(Data excerpts)
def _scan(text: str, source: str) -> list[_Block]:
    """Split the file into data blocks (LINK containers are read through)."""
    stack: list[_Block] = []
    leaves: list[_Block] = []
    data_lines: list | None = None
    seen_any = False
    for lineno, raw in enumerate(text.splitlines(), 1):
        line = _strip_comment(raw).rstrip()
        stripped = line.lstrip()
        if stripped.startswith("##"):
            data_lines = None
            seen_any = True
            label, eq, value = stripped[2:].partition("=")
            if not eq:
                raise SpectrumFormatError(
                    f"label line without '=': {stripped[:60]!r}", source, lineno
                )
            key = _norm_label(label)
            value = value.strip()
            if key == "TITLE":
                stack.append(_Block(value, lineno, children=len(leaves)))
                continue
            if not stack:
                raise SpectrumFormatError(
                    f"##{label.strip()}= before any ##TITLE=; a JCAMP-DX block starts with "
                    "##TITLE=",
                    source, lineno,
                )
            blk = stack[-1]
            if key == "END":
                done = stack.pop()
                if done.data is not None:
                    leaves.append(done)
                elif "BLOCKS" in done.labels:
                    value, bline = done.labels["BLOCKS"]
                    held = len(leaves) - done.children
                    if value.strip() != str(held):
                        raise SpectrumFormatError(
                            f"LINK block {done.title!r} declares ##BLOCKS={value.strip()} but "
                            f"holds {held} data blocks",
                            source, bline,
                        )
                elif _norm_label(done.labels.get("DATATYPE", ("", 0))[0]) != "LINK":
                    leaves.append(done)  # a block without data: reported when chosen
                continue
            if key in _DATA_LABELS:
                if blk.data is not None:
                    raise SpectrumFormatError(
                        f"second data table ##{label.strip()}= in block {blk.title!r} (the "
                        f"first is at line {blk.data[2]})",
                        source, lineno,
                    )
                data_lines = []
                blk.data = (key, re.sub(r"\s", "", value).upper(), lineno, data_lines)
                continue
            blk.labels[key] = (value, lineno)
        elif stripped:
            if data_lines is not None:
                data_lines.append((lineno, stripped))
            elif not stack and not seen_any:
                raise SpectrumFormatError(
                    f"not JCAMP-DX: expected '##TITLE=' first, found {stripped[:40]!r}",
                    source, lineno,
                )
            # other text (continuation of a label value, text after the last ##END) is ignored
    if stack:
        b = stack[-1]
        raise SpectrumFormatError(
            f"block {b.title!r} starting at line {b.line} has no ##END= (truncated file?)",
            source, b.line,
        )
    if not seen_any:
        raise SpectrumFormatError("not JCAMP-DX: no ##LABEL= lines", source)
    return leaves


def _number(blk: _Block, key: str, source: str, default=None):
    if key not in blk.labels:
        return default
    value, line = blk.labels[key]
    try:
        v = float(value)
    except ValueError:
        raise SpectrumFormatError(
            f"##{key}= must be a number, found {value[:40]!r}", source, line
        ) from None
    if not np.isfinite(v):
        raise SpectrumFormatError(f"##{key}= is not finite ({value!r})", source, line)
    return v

● **Problem details**
When a line in the data above contains the string "default", copy that line.

● **Answer to this task**
def _number(blk: _Block, key: str, source: str, default=None):
        return default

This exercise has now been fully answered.